This Tax Alert summarizes a recent ruling of Hyderabad Income Tax Appellate Tribunal (ITAT) in the case of Four Soft Pvt Ltd, Hyderabad (Taxpayer) on transfer pricing (TP) issues arising from the issuance of a corporate guarantee to banks in favor of associated enterprises (AEs). The Taxpayer, an Indian company, provided a guarantee to a third party bank on behalf of its foreign subsidiary. The Taxpayer did not charge its subsidiary a guarantee fee for provision of such corporate guarantee. During audit proceedings, the Transfer Pricing Officer (TPO) imputed a TP adjustment of 3.75% as an arm’s length guarantee fee. The TPO determined the rate based on the commission charged by an unrelated bank for providing a bank guarantee to customers. The Taxpayer relied on the ITAT’s ruling in its own case for an earlier year to argue that the provision of a guarantee is not an international transaction to which the TP provisions apply.

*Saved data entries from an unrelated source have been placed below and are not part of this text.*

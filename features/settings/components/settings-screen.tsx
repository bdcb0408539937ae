import { View } from 'react-native';

import { PageTitle } from '@/components/page-title';
import { Card, Heading, Small, Title } from '@/components/ui';
import { ChipGroup } from '@/components/chips';
import { type Units, useUnits } from '@/components/units';
import { space } from '@/shared/theme';
import { DeliveryProblemsCard } from './delivery-problems-card';
import { EmailPrefsCard } from './email-prefs-card';

const CHOICES: { key: keyof Units; label: string; options: { value: string; label: string }[] }[] = [
  { key: 'power', label: 'Device power', options: [{ value: 'W', label: 'Watts (W)' }, { value: 'A', label: 'Amps at the battery (A)' }] },
  { key: 'energy', label: 'Energy', options: [{ value: 'Ah', label: 'Amp-hours (Ah)' }, { value: 'Wh', label: 'Watt-hours (Wh)' }] },
  { key: 'temperature', label: 'Temperature', options: [{ value: 'C', label: '°C' }, { value: 'F', label: '°F' }] },
  { key: 'wire', label: 'Wire sizes', options: [{ value: 'AWG', label: 'AWG' }, { value: 'mm2', label: 'mm²' }] },
];

/** Settings: e-mail preferences (kept on the server), units (kept on this device), and for admins the e-mail failures. */
export function SettingsScreen({ isAdmin = false }: { isAdmin?: boolean }) {
  const { units, setUnits } = useUnits();
  return (
    <View style={{ gap: space.lg }} testID="settings-screen">
      <PageTitle parts={['Settings']} />
      <Title>Settings</Title>
      <EmailPrefsCard />
      <Card>
        <Heading>Units</Heading>
        <Small>Kept on this device. The model always works in amps and amp-hours at the battery.</Small>
        {CHOICES.map((c) => (
          <ChipGroup key={c.key} label={c.label} options={c.options} value={units[c.key] as string} onChange={(v) => setUnits({ ...units, [c.key]: v } as Units)} testIDPrefix={`unit-${c.key}`} />
        ))}
      </Card>
      {isAdmin ? <DeliveryProblemsCard /> : null}
    </View>
  );
}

The ITAT held that the corporate guarantee provided by the Taxpayer to its AE falls within the ambit of ”international transaction” as per the Indian Tax Law (ITL) post retrospective amendment to the definition by Finance Act, 2012. However, with regard to pricing for the guarantee, the ITAT observed that the bank guarantee cannot be used as a comparable benchmark to a corporate guarantee provided by a group company and thus, remanded the matter back to the TPO to determine the arm’s length price (ALP) for the corporate guarantee.
The ITAT has also adjudicated on other TP issues such as selection of comparable companies and appropriateness of reliance on segmental margins with respect to provision of software development services, arm’s length interest on a loan provided to an overseas subsidiary and re-characterization of equity into a loan. Except for the matter pertaining to selection of certain comparable companies wherein the ITAT recorded its findings, the remaining matters were remanded to the Assessing Officer (AO)/ TPO with directions for fresh consideration.
One of the fundamental fact patterns in the evolution of international transfer pricing concepts and rules involves an enterprise’s use of a financial resource belonging to an associated enterprise. An aspect of the use of money relates to the use of a credit enhancement instrument, which typically arises in the context of guarantees of the obligations of one controlled entity by another. Although the OECD Transfer Pricing Guidelines, 2010 acknowledge the role of the use of money in transfer pricing matters, they do not yet provide specific guidelines regarding how such issues are to be addressed and resolved. Nonetheless, the elements that are typically important in evaluating transfer pricing issues involving the use of money within multinational enterprise groups can be outlined by drawing on general arm’s-length principles.
Whether the mere presence of a guarantee support to an AE is subject to TP provisions has been a contentious issue in the Indian context. The ITL was amended in 2012 to clarify that provision of a guarantee to an AE is an international transaction. However, in a recent ruling, the Delhi ITAT ruled that despite the amendment, a guarantee would not by itself constitute an international transaction as the guarantor does not incur any costs while extending the guarantee. This ruling of the Hyderabad ITAT takes a different view of the amendment and therefore, has not followed its earlier decision on this matter in the Taxpayer’s own case.
However, the issue of whether a charge should be imposed for provision of a guarantee is primarily a factual inquiry. Taxpayers should undertake a factual review of their intercompany guarantee arrangements to determine which conclusion can be applied to their fact pattern. While the ruling does not address the issue relating to manner in which an ALP may be determined for a guarantee transaction, the ITAT has rejected the TPO’s approach of obtaining price quotations from banks as an approach for pricing related party guarantee transactions.